The study was carried out in 10 healthy volunteers and 20 patients with cirrhosis, 10 with mild liver dysfunction (Child class A) and 10 with severe liver dysfunction (Child class C), according to a randomized, double-blind, 2-phase, crossover design. In one phase all participants received placebo for 7 days; in the other phase they received one 50-mg fluvoxamine dose for 2 days and two 50-mg fluvoxamine doses, 12 hours apart, in the next 5 days. On day 6, 4 mg/kg of theophylline was administered orally 1 hour after the morning fluvoxamine dose. Concentrations of theophylline and its metabolites, 3-methylxanthine, 1-methyluric acid, and 1,3-dimethyluric acid, were then measured in plasma and urine up to 48 hours.
Fluvoxamine-induced inhibition of theophylline clearance decreased from 62% in healthy subjects to 52% and 12% in patients with mild cirrhosis and those with severe cirrhosis, respectively. CYP1A2-mediated formations of 3-methylxanthine and 1-methyluric acid were almost totally inhibited in control subjects, whereas they were only reduced by one third in patients with Child class C cirrhosis. Inhibition of 1,3-dimethyluric acid formation, which is catalyzed by CYP1A2 and CYP2E1, progressively decreased from 58% in healthy subjects to 43% and 7% in patients with mild cirrhosis and those with severe cirrhosis, respectively.

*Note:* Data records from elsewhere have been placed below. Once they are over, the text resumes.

"""motor.cooling: winding temperature at continuous current, against IEC 60085 / IEC 60034-1."""

from __future__ import annotations

import copy
import re
from typing import Any

import pytest
from firstride_rules.motor.cooling import RULE

from reviewer import units as u
from reviewer.findings import Finding, Severity
from reviewer.testing import rule_outputs, run_rule_on

# An invented brushed motor: 0.3 ohm, 10 A rated, class F insulation, with a fan of its own
# drive (it keeps turning at a stall; a shaft fan does not: see the tests at the end).
MOTOR: dict[str, Any] = {
    "name": "rear",
    "type": "brushed",
    "kv": "150 rpm/V",
    "winding_resistance": "0.3 ohm",
    "rated_current": "10 A",
    "insulation_class": "F",
    "cooling": {"fan": True, "fan_independent": True},
}


def build(current_limit: str | None = "10 A", ambient: str = "35 degC", **motor: Any) -> dict:
    data: dict[str, Any] = {
        "battery": {"chemistry": "lead-acid", "cells_series": 12},  # 24 V nominal
        "motors": [{**copy.deepcopy(MOTOR), **motor}],
        "usage": {"ambient_temperature": ambient},
    }
    if current_limit is not None:
        data["controller"] = {"motor_current_limit": current_limit}
    return data


def only(findings: list[Finding]) -> Finding:
    assert len(findings) == 1, findings
    return findings[0]


def figure(figures: list, prefix: str) -> float:
    matches = [f for f in figures if f.name.startswith(prefix)]
    assert len(matches) == 1, [f.name for f in figures]
    return float(matches[0].value.magnitude)


def remedy_amps(finding: Finding, pattern: str) -> float:
    assert finding.remedy is not None
    match = re.search(pattern, finding.remedy)
    assert match, finding.remedy
    return float(match.group(1))


def test_rule_id() -> None:
    assert RULE.id == "motor.cooling"


def test_rated_current_at_40_degc_sits_exactly_on_the_rise_limit() -> None:
    # IEC 60034-1: rated current at 40 degC coolant brings class F to 40 + 105 = 145 degC
    finding = only(run_rule_on(RULE, build("10 A", ambient="40 degC")))
    assert finding.severity is Severity.PASS
    assert finding.measured.m_as("degC") == pytest.approx(145.0)
    assert finding.limit.m_as("degC") == pytest.approx(145.0)


def test_rated_current_on_a_cooler_day_passes() -> None:
    # IEC 60034-1: below 40 degC coolant the same current stays under the rise limit
    finding = only(run_rule_on(RULE, build("10 A", ambient="25 degC")))
    assert finding.severity is Severity.PASS
    assert finding.measured.m_as("degC") < 145.0
    assert finding.remedy is None
    assert "155 °C" in finding.rationale  # the class temperature is reported (IEC 60085 F)


def test_slightly_over_rated_is_fix() -> None:
    # IEC 60034-1 / IEC 60085: over 40 + 105 = 145 degC but under class F's 155 degC
    finding = only(run_rule_on(RULE, build("10.4 A")))
    assert finding.severity is Severity.FIX
    assert 145.0 < finding.measured.m_as("degC") <= 155.0


def test_well_over_rated_is_stop() -> None:
    # IEC 60085: beyond class F's 155 degC the insulation ages fast (life halves per 10 K)
    finding = only(run_rule_on(RULE, build("11 A")))
    assert finding.severity is Severity.STOP
    assert 155.0 < finding.measured.m_as("degC") < 205.0
    assert "insulation life falls to about" in finding.rationale
    far = only(run_rule_on(RULE, build("12 A")))
    assert far.severity is Severity.STOP
    assert "past its insulation rating" in far.rationale


def test_thermal_runaway_is_stop_without_a_temperature() -> None:
    # derived: a = R_th I^2 R20 / 254.5 >= 1 has no steady state
    data = build("30 A")
    del data["battery"]  # with a pack, its voltage caps the current and a steady state exists
    finding = only(run_rule_on(RULE, data))
    assert finding.severity is Severity.STOP
    assert finding.measured is None
    assert "no steady temperature" in finding.rationale


@pytest.mark.parametrize("limit", ["10.4 A", "12 A", "30 A"])
def test_remedy_current_passes_when_rerun(limit: str) -> None:
    # IEC 60034-1: the remedied current keeps the winding within 40 degC + rise limit
    finding = only(run_rule_on(RULE, build(limit)))
    amps = remedy_amps(finding, r"current_limit at or below ([\d.]+) A")
    again = only(run_rule_on(RULE, build(f"{amps} A")))
    assert again.severity is Severity.PASS
    # and it is the highest such tenth of an ampere: 0.1 A more no longer passes
    over = only(run_rule_on(RULE, build(f"{amps + 0.1:.1f} A")))
    assert over.severity is not Severity.PASS


def test_blocked_vents_run_hotter_and_allow_less() -> None:
    # common practice: a fan-cooled motor with blocked vents runs hotter and is allowed less
    # continuous current (IEC 60034-6 IC411 towards IC410)
    open_findings, open_figures, _ = rule_outputs(RULE, build("9 A"))
    blocked_findings, blocked_figures, assumptions = rule_outputs(
        RULE, build("9 A", cooling={"fan": True, "fan_independent": True, "inlet_blocked": True})
    )
    assert blocked_findings[0].measured > open_findings[0].measured
    allowed_open = figure(open_figures, "highest continuous current")
    allowed_blocked = figure(blocked_figures, "highest continuous current")
    assert allowed_blocked < allowed_open
    assert any("blocked fan airflow" in a.text for a in assumptions)


def test_unblocking_remedy_passes_when_rerun() -> None:
    # common practice: clearing the vents restores the rated cooling
    finding = only(
        run_rule_on(
            RULE,
            build("9 A", cooling={"fan": True, "fan_independent": True, "outlet_blocked": True}),
        )
    )
    assert finding.severity is not Severity.PASS
    assert "unblock" in finding.remedy
    amps = remedy_amps(finding, r"then up to ([\d.]+) A")
    assert amps >= 9.0
    assert only(run_rule_on(RULE, build(f"{amps} A"))).severity is Severity.PASS


def test_builder_cooling_factor_replaces_the_default() -> None:
    data = build(
        "9 A",
        cooling={
            "fan": True,
            "fan_independent": True,
            "inlet_blocked": True,
            "blocked_cooling_factor": 0.8,
        },
    )
    findings, _, assumptions = rule_outputs(RULE, data)
    assert not any("blocked fan airflow" in a.text for a in assumptions)
    default_findings = run_rule_on(
        RULE, build("9 A", cooling={"fan": True, "fan_independent": True, "inlet_blocked": True})
    )
    assert findings[0].measured < default_findings[0].measured


def test_blocked_flags_without_a_fan_change_nothing() -> None:
    # IEC 60034-6: a motor with no fan (IC410) has no airflow to block
    plain = only(run_rule_on(RULE, build("9 A", cooling={"fan": False})))
    flagged = only(run_rule_on(RULE, build("9 A", cooling={"fan": False, "inlet_blocked": True})))
    assert flagged.measured == plain.measured


@pytest.mark.parametrize("limit", ["8 A", "40 A", "100 A"])
def test_copper_loss_never_exceeds_the_input(limit: str) -> None:
    # conservation of energy: a locked rotor does no work, so the winding's copper loss is at
    # most what the pack delivers; a held current above what the pack (12 x 2.15 V lead-acid
    # full, from memory: Linden) drives through the hot winding is never credited (100 A here)
    findings, figures, _ = rule_outputs(RULE, build(limit))
    loss, power = figure(figures, "copper loss"), figure(figures, "input power")
    assert loss <= power * (1 + 1e-9)
    hot = 0.3 * (234.5 + findings[0].measured.m_as("degC")) / 254.5  # copper, IEC 60028 basis
    current = (loss / hot) ** 0.5
    assert current <= 12 * 2.15 / hot * (1 + 1e-6)
    assert current <= float(limit.split()[0]) * (1 + 1e-9)


def test_no_current_limit_means_a_stall_and_stops() -> None:
    # from memory: Chapman; a locked rotor draws V / R and the winding takes all of it as heat
    findings, figures, assumptions = rule_outputs(RULE, build(None))
    finding = only(findings)
    assert finding.severity is Severity.STOP
    assert "stall" in finding.rationale
    assert "fit a current limit" in finding.remedy
    # energy balance: the winding cannot dissipate more than the pack delivers
    assert figure(figures, "copper loss") <= figure(figures, "input power")
    assert any("No controller current limit" in a.text for a in assumptions)


def test_default_ambient_is_flagged() -> None:
    data = build("10 A")
    del data["usage"]
    findings, _, assumptions = rule_outputs(RULE, data)
    assert any("usage.ambient_temperature not given" in a.text for a in assumptions)
    assert "35 °C" in findings[0].rationale


def test_missing_motor_fields_are_named() -> None:
    motor = {"name": "front", "type": "brushed", "kv": "150 rpm/V"}
    finding = only(
        run_rule_on(RULE, {"motors": [motor], "controller": {"motor_current_limit": "5 A"}})
    )
    assert finding.severity is Severity.UNASSESSED
    assert set(finding.missing) == {
        "motors[0].winding_resistance",
        "motors[0].rated_current",
        "motors[0].insulation_class",
    }


def test_no_limit_and_no_battery_names_both_ways_to_a_current() -> None:
    data = build(None)
    del data["battery"]
    finding = only(run_rule_on(RULE, data))
    assert finding.severity is Severity.UNASSESSED
    assert finding.missing == ("controller.motor_current_limit", "battery")


def test_no_motor_is_unassessed() -> None:
    finding = only(run_rule_on(RULE, {}))
    assert finding.severity is Severity.UNASSESSED
    assert finding.missing == ("motors",)


def test_one_finding_per_motor() -> None:
    data = build("9 A")
    data["motors"].append({**MOTOR, "name": "front", "rated_current": "6 A"})
    findings = run_rule_on(RULE, data)
    assert [f.subject for f in findings] == ["motor 'rear'", "motor 'front'"]
    assert [f.severity for f in findings] == [Severity.PASS, Severity.STOP]


@pytest.mark.parametrize(
    ("letter", "limit_c", "class_c"),
    [
        ("B", 120.0, 130.0),  # IEC 60034-1 B 80 K; IEC 60085 B 130 degC
        ("F", 145.0, 155.0),  # IEC 60034-1 F 105 K; IEC 60085 F 155 degC
        ("H", 165.0, 180.0),  # IEC 60034-1 H 125 K; IEC 60085 H 180 degC
        ("A", 100.0, 105.0),  # from memory: IEC 60034-1 A 60 K; IEC 60085 A 105 degC
    ],
)
def test_each_class_is_held_to_its_own_limit(letter: str, limit_c: float, class_c: float) -> None:
    finding = only(run_rule_on(RULE, build("10 A", ambient="40 degC", insulation_class=letter)))
    assert finding.limit == u.Quantity(limit_c, "degC")
    assert finding.measured.m_as("degC") == pytest.approx(limit_c)
    assert finding.severity is Severity.PASS
    assert f"rated {class_c:g} °C" in finding.rationale


def test_a_shaft_fan_does_not_cool_a_locked_rotor() -> None:
    # brief 12 (IEC 60034-6: IC411 becomes IC410 when the shaft stops): held at 9 A against a
    # stall, a shaft-fan motor is judged with the profile's still-air factor 0.5. By hand, with
    # R_th from the 10 A rating (145 degC at 40 degC coolant, class F, IEC 60034-1):
    # R_th = 105 / (10^2 x 0.3 x 379.5 / 254.5); a = (R_th / k) 9^2 0.3 / 254.5;
    # theta = (35 + 234.5 a) / (1 - a)
    r_th = 105 / (100 * 0.3 * (234.5 + 145) / 254.5)

    def theta(k: float) -> float:
        a = (r_th / k) * 81 * 0.3 / 254.5
        return (35 + 234.5 * a) / (1 - a)

    turning = only(run_rule_on(RULE, build("9 A")))  # a fan of its own drive
    assert turning.severity is Severity.PASS
    assert turning.measured.m_as("degC") == pytest.approx(theta(1.0), rel=1e-4)  # about 113
    findings, _, assumptions = rule_outputs(RULE, build("9 A", cooling={"fan": True}))
    still = only(findings)
    assert still.measured.m_as("degC") == pytest.approx(theta(0.5), rel=1e-4)  # about 254
    assert still.severity is Severity.STOP
    assert any("shaft fan does not turn" in a.text for a in assumptions)
    assert "stall cut-off" in still.remedy


def test_a_battery_limit_alone_holds_the_pack_power_not_the_current() -> None:
    # brief 11: at a locked rotor I_b V = I_m^2 R, so a 2 A battery limit on a 25.8 V pack
    # lets I_m = sqrt(2 x 25.8 / R_hot) flow; the copper loss is then the pack's 51.6 W
    data = build(None)
    data["controller"] = {"battery_current_limit": "2 A"}
    findings, figures, _ = rule_outputs(RULE, data)
    assert figure(figures, "input power") == pytest.approx(2 * 12 * 2.15, rel=1e-6)
    assert figure(figures, "copper loss") == pytest.approx(2 * 12 * 2.15, rel=1e-6)
    assert "battery current limit" in findings[0].rationale


def test_the_loop_outside_the_winding_counts_in_the_power_drawn() -> None:
    # energy balance at a locked rotor: the pack delivers I^2 (R_hot + R_series), with R_series
    # the motor's own leads (CRC handbook: 14 AWG 8.286 ohm/km at 20 degC) and the pack
    # (12 cells x 0.01 ohm / 1 string); the winding takes only its I^2 R_hot share of it
    lead = {"name": "lead", "circuit": "motor", "gauge": "14 AWG", "length": "1 m"}
    data = build(None)
    data["battery"].update(cell_internal_resistance="0.01 ohm", cells_parallel=1)
    data["wires"] = [lead]
    findings, figures, _ = rule_outputs(RULE, data)
    series = 8.286e-3 + 12 * 0.01
    hot = 0.3 * (234.5 + findings[0].measured.m_as("degC")) / 254.5  # IEC 60028 basis
    current = 12 * 2.15 / (hot + series)  # voltage-fed: no limit (Linden, from memory)
    assert figure(figures, "input power") == pytest.approx(current**2 * (hot + series), rel=1e-4)
    assert figure(figures, "copper loss") == pytest.approx(current**2 * hot, rel=1e-4)


def test_the_cold_stall_current_is_quoted_at_20_degc() -> None:
    # Chapman (from memory): a locked rotor draws V / R cold; 25.8 V over 0.3 ohm is 86 A
    finding = only(run_rule_on(RULE, build(None)))
    assert "draws 86 A cold" in finding.rationale


def test_another_motors_missing_winding_is_named_for_the_stall() -> None:
    # the stall loop shares the pack between motors: each one's current needs every winding
    second = {**copy.deepcopy(MOTOR), "name": "front"}
    del second["winding_resistance"]
    data = build(None)
    data["motors"].append(second)
    findings = run_rule_on(RULE, data)
    rear = next(f for f in findings if f.subject == "motor 'rear'")
    assert rear.severity is Severity.UNASSESSED
    assert "motors[1].winding_resistance" in rear.missing
    assert "motors[0].winding_resistance" not in rear.missing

The effect of liver dysfunction on the inhibition of CYP1A2-mediated drug elimination is a general phenomenon, independent of the pharmacokinetic characteristics of the CYP1A2 substrate. Therefore, for any drug metabolized by CYP1A2, the clinical consequences of enzyme inhibition are expected to become less and less important as liver function worsens. Two mechanisms, as follows in order of importance, are responsible for the effect of liver dysfunction: (1) decreased sensitivity to fluvoxamine of CYP1A2-mediated biotransformations in the cirrhotic liver, probably resulting from reduced uptake of the inhibitory drug, and (2) reduced hepatic expression of CYP1A2, which makes its contribution to overall drug elimination less important.

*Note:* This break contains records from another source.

"""`firstride new-pack NAME`: a ready-to-install pack that loads, reviews and tests cleanly, and
a command that never overwrites and refuses names that cannot prefix a rule id."""

from __future__ import annotations

import subprocess
import sys
import tomllib
from pathlib import Path

import pytest

from reviewer.cli import main
from reviewer.findings import Severity
from reviewer.testing import load_pack, severities

ROOT = Path(__file__).resolve().parent.parent


@pytest.fixture
def new_pack(tmp_path: Path, monkeypatch: pytest.MonkeyPatch, capsys):
    """Run `firstride new-pack NAME` in a fresh folder and import the result."""
    monkeypatch.chdir(tmp_path)
    names: list[str] = []

    def make(name: str) -> Path:
        assert main(["new-pack", name]) == 0
        names.append(name)
        monkeypatch.syspath_prepend(str(tmp_path / name))
        return tmp_path / name

    yield make
    for name in names:
        module = f"firstride_{name.replace('-', '_')}"
        for loaded in [m for m in sys.modules if m == module or m.startswith(f"{module}.")]:
            del sys.modules[loaded]


def test_the_pack_declares_its_entry_point(new_pack) -> None:
    folder = new_pack("my-club")
    project = tomllib.loads((folder / "pyproject.toml").read_text("utf-8"))
    assert project["project"]["name"] == "firstride-my-club"
    assert project["project"]["entry-points"]["firstride.packs"] == {"my-club": "firstride_my_club"}
    assert project["tool"]["setuptools"]["package-data"]["firstride_my_club"] == ["limits.toml"]
    assert {p.relative_to(folder).as_posix() for p in folder.rglob("*") if p.is_file()} == {
        "pyproject.toml",
        "README.md",
        "firstride_my_club/__init__.py",
        "firstride_my_club/rules.py",
        "firstride_my_club/limits.toml",
        "tests/test_my_club.py",
        "sample_build.toml",
    }


def test_the_example_rule_loads_strictly_and_reports(new_pack) -> None:
    new_pack("my-club")
    import firstride_my_club

    pack = load_pack(firstride_my_club, "my-club")  # strict: raises on any problem
    rule = pack.rule("my-club.vehicle-mass")
    assert rule.inputs == ("vehicle.mass",) and len(rule.doc) > 100
    heavy = {"vehicle": {"name": "t", "kind": "kart", "mass": "45 kg"}}
    (finding,) = pack.run("my-club.vehicle-mass", heavy)
    assert finding.severity is Severity.FIX
    assert finding.remedy == "bring the vehicle's mass to 30 kg or less"
    assert finding.sources[0].citation.startswith("Example limit of the my-club pack")


def test_the_sample_build_shows_the_packs_finding_in_a_review(new_pack, capsys) -> None:
    folder = new_pack("my-club")
    status = main(
        ["review", str(folder / "sample_build.toml"), "--rules", str(_single_file(folder))]
    )
    out = capsys.readouterr().out
    assert status == 1  # the sample gives only the vehicle: the built-in rules are unassessed
    assert "**FIX** my-club.vehicle-mass, vehicle (34 kg, limit ≤ 30 kg" in out


def _single_file(folder: Path) -> Path:
    """The pack as one file, for --rules: its package re-exported under its name."""
    path = folder / "my-club.py"
    path.write_text(
        "from firstride_my_club import firstride_pack_limits, firstride_register_rules  # noqa\n",
        encoding="utf-8",
    )
    return path


def test_the_packs_own_tests_pass(new_pack) -> None:
    folder = new_pack("harbour-lane")
    result = subprocess.run(
        [sys.executable, "-m", "pytest", "-q", "-p", "no:cacheprovider", "tests"],
        cwd=folder,
        env={"PYTHONPATH": str(folder), "PATH": ""},
        capture_output=True,
        text=True,
        timeout=120,
    )
    assert result.returncode == 0, result.stdout + result.stderr
    assert "5 passed" in result.stdout


def test_the_pack_is_lint_and_format_clean(new_pack) -> None:
    folder = new_pack("harbour-lane")
    ruff = Path(sys.executable).with_name("ruff")
    if not ruff.exists():
        pytest.skip("ruff is not installed next to this Python")
    for command in (["check", "--no-cache"], ["format", "--check", "--no-cache"]):
        result = subprocess.run(
            [str(ruff), *command, str(folder)], capture_output=True, text=True, timeout=60
        )
        assert result.returncode == 0, result.stdout + result.stderr


def test_new_pack_never_overwrites(tmp_path: Path, monkeypatch, capsys) -> None:
    monkeypatch.chdir(tmp_path)
    (tmp_path / "my-club").mkdir()
    (tmp_path / "my-club" / "notes.txt").write_text("mine", encoding="utf-8")
    assert main(["new-pack", "my-club"]) == 2
    err = capsys.readouterr().err.strip().splitlines()
    assert len(err) == 1 and "never overwrites" in err[0]
    assert [p.name for p in (tmp_path / "my-club").iterdir()] == ["notes.txt"]
    assert [p.name for p in tmp_path.iterdir()] == ["my-club"]  # no half-written staging


@pytest.mark.parametrize("name", ["My_Club", "9lives", "club-", "a--b", "core", "x" * 41, ""])
def test_new_pack_refuses_names_that_cannot_prefix_a_rule_id(
    name: str, tmp_path: Path, monkeypatch, capsys
) -> None:
    monkeypatch.chdir(tmp_path)
    assert main(["new-pack", name]) == 2
    assert len(capsys.readouterr().err.strip().splitlines()) == 1
    assert list(tmp_path.iterdir()) == []


def test_new_pack_into_another_folder(tmp_path: Path, capsys) -> None:
    assert main(["new-pack", "clubone", "--directory", str(tmp_path)]) == 0
    assert (tmp_path / "clubone" / "firstride_clubone" / "rules.py").is_file()
    assert f"pip install -e {tmp_path / 'clubone'}" in capsys.readouterr().out
    assert main(["new-pack", "clubtwo", "--directory", str(tmp_path / "absent")]) == 2


def test_generated_rule_severities_at_the_limit(new_pack) -> None:
    new_pack("clubthree")
    import firstride_clubthree

    pack = load_pack(firstride_clubthree, "clubthree")
    at_limit = {"vehicle": {"name": "t", "kind": "kart", "mass": "30 kg"}}
    assert severities(pack.run("clubthree.vehicle-mass", at_limit)) == [Severity.PASS]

氟伏沙明在体内对细胞色素P450(CYP)1A2的抑制作用会导致高摄取药物利多卡因的清除率降低,且清除率降低程度与肝功能障碍程度成比例。本研究的目的是:(1)评估肝硬化对氟伏沙明抑制茶碱(一种低摄取率的CYP1A2底物)代谢处置的影响,以评估肝病中对CYP1A2抑制的敏感性降低是否是CYP1A2底物的普遍特征,而不论其药代动力学特性如何;(2)研究肝功能障碍对CYP1A2抑制作用的潜在机制。
本研究按照随机、双盲、两阶段、交叉设计,在10名健康志愿者和20名肝硬化患者中进行,其中10名患者为轻度肝功能障碍(Child A级),10名患者为重度肝功能障碍(Child C级)。在一个阶段,所有参与者接受7天的安慰剂治疗;在另一个阶段,他们接受1次50mg氟伏沙明剂量治疗2天,并在接下来的5天内相隔12小时接受2次50mg氟伏沙明剂量治疗。在第6天,在早晨服用氟伏沙明剂量1小时后口服4mg/kg茶碱。然后在长达48小时内测定血浆和尿液中茶碱及其代谢产物3-甲基黄嘌呤、1-甲基尿酸和1,3-二甲基尿酸的浓度。

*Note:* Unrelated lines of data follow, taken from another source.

"""speed.rider-class on top speeds exactly on the class limit and exactly 20 % over it, and the
figures its wording quotes: each test answers a mutant that survived the rule's own tests
(benchmarks/mutation_score.py on rules/speed/rider_class.py).

The kart is invented: a 10S Li-ion pack (42 V full; Linden, from memory), one brushed motor of
100 rpm/V and 0.1 ohm behind a 10 A limit, a 12:60 belt and a 200 mm wheel.
"""

from __future__ import annotations

import re
from dataclasses import replace
from typing import Any

import pytest
from firstride_rules.speed.rider_class import RULE

from reviewer.findings import Finding, Severity
from reviewer.profile import Profile
from reviewer.session import default_profile
from reviewer.testing import rule_outputs, run_rule_on, variant
from reviewer.units import format_number, quantity

from .test_rule_speed import KART as BASE_KART

# The kart of tests/test_rule_speed.py with one rider of our own.
KART: dict[str, Any] = variant(
    BASE_KART, riders=[{"name": "Noor", "mass": "80 kg", "class": "adult"}]
)


def kart(**changes: Any) -> dict[str, Any]:
    return variant(KART, **changes)


def with_limit(key: str, kmh: float) -> Profile:
    """The default profile with one speed limit moved to ``kmh``."""
    profile = default_profile()
    old = profile.limit(key)
    limits = {**profile.limits, key: replace(old, value=quantity(kmh, "km/h"))}
    return replace(profile, limits=limits)


def only(findings: list[Finding]) -> Finding:
    (finding,) = [f for f in findings if f.subject.startswith("rider ")]
    return finding


def top_kmh(data: dict[str, Any]) -> float:
    return float(only(run_rule_on(RULE, data)).measured.m_as("km/h"))


def quoted_kmh(text: str, after: str) -> float:
    match = re.search(re.escape(after) + r".*?\(([\d.]+) km/h\)", text)
    assert match, text
    return float(match.group(1))


# --- severities on the limit ------------------------------------------------------------------


@pytest.mark.parametrize("rider_class", ["adult", "youth", "child"])
def test_a_top_speed_exactly_on_the_class_limit_passes(rider_class: str) -> None:
    # the rule's docstring: pass at or below the limit (EN 17128:2020 sets the adult 25 km/h
    # scope; the youth and child limits are common practice); the limit is moved onto the
    # kart's own top speed
    data = kart(riders=[{"name": "Noor", "mass": "80 kg", "class": rider_class}])
    speed = top_kmh(data)
    profile = with_limit(f"speed.max_speed.{rider_class}", speed)
    finding = only(run_rule_on(RULE, data, profile))
    assert finding.limit.m_as("km/h") == pytest.approx(speed)
    assert finding.severity is Severity.PASS
    assert finding.remedy is None


def test_an_adult_exactly_a_fifth_over_is_fix_and_a_little_more_is_stop() -> None:
    # common practice: an adult more than 20 % over the limit is a stop; 20 % or less a fix
    speed = top_kmh(kart())
    exact = only(run_rule_on(RULE, kart(), with_limit("speed.max_speed.adult", speed / 1.2)))
    assert exact.severity is Severity.FIX
    beyond = only(run_rule_on(RULE, kart(), with_limit("speed.max_speed.adult", speed / 1.21)))
    assert beyond.severity is Severity.STOP


def test_an_adult_a_quarter_over_is_stop() -> None:
    # common practice: more than 20 % over is a stop; 25 % over is clearly beyond it
    speed = top_kmh(kart())
    finding = only(run_rule_on(RULE, kart(), with_limit("speed.max_speed.adult", speed / 1.25)))
    assert finding.severity is Severity.STOP


# --- what the wording quotes --------------------------------------------------------------------


def test_full_duty_is_not_worded_as_a_duty_limit() -> None:
    # common practice: a controller with no max duty set runs to 100 %, which is no limit
    assert "max duty" not in only(run_rule_on(RULE, kart())).rationale
    limited = only(run_rule_on(RULE, kart(controller__max_duty="70 %")))
    assert "at 70% max duty" in limited.rationale


def test_the_rationale_quotes_the_kinetic_energy_in_kilojoules() -> None:
    # kinematics: E = 0.5 m v^2 for 100 kg of rider and vehicle
    findings, _, _ = rule_outputs(RULE, kart())
    finding = only(findings)
    speed = float(finding.measured.m_as("m/s"))
    kilojoules = 0.5 * 100.0 * speed**2 / 1000.0
    assert f"carry {format_number(kilojoules)} kJ" in finding.rationale


def test_the_pulley_remedy_quotes_the_speed_the_new_pulley_gives() -> None:
    # road load re-solved (the rule's docstring): the quoted speed is the rerun's top speed
    finding = only(run_rule_on(RULE, kart()))
    teeth = int(re.search(r"motor pulley of (\d+) teeth", finding.remedy).group(1))
    quoted = quoted_kmh(finding.remedy, "wheel pulley")
    rerun = top_kmh(kart(drivetrain__motor_pulley_teeth=teeth))
    assert quoted == pytest.approx(rerun, rel=0.01)


def test_the_duty_remedy_quotes_the_speed_the_new_duty_gives() -> None:
    # road load re-solved (the rule's docstring): the quoted speed is the rerun's top speed
    finding = only(run_rule_on(RULE, kart()))
    percent = int(re.search(r"at or below (\d+) %", finding.remedy).group(1))
    quoted = quoted_kmh(finding.remedy, "speed setting")
    rerun = top_kmh(kart(controller__max_duty=f"{percent} %"))
    assert quoted == pytest.approx(rerun, rel=0.01)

氟伏沙明引起的茶碱清除率抑制率从健康受试者的62%分别降至轻度肝硬化患者的52%和重度肝硬化患者的12%。在对照受试者中,CYP1A2介导的3-甲基黄嘌呤和1-甲基尿酸的形成几乎完全受到抑制,而在Child C级肝硬化患者中仅降低了三分之一。由CYP1A2和CYP2E1催化的1,3-二甲基尿酸形成的抑制率从健康受试者的58%分别逐渐降至轻度肝硬化患者的43%和重度肝硬化患者的7%。
肝功能障碍对CYP1A2介导的药物消除抑制作用是一种普遍现象,与CYP1A2底物的药代动力学特征无关。因此,对于任何由CYP1A2代谢的药物,随着肝功能恶化,酶抑制的临床后果预计会变得越来越不重要。肝功能障碍产生这种影响的机制有两个,按重要性排序如下:(1)肝硬化肝脏中CYP1A2介导的生物转化对氟伏沙明的敏感性降低,可能是由于抑制性药物的摄取减少;(2)CYP1A2的肝脏表达降低,这使得其对整体药物消除的贡献变得不那么重要。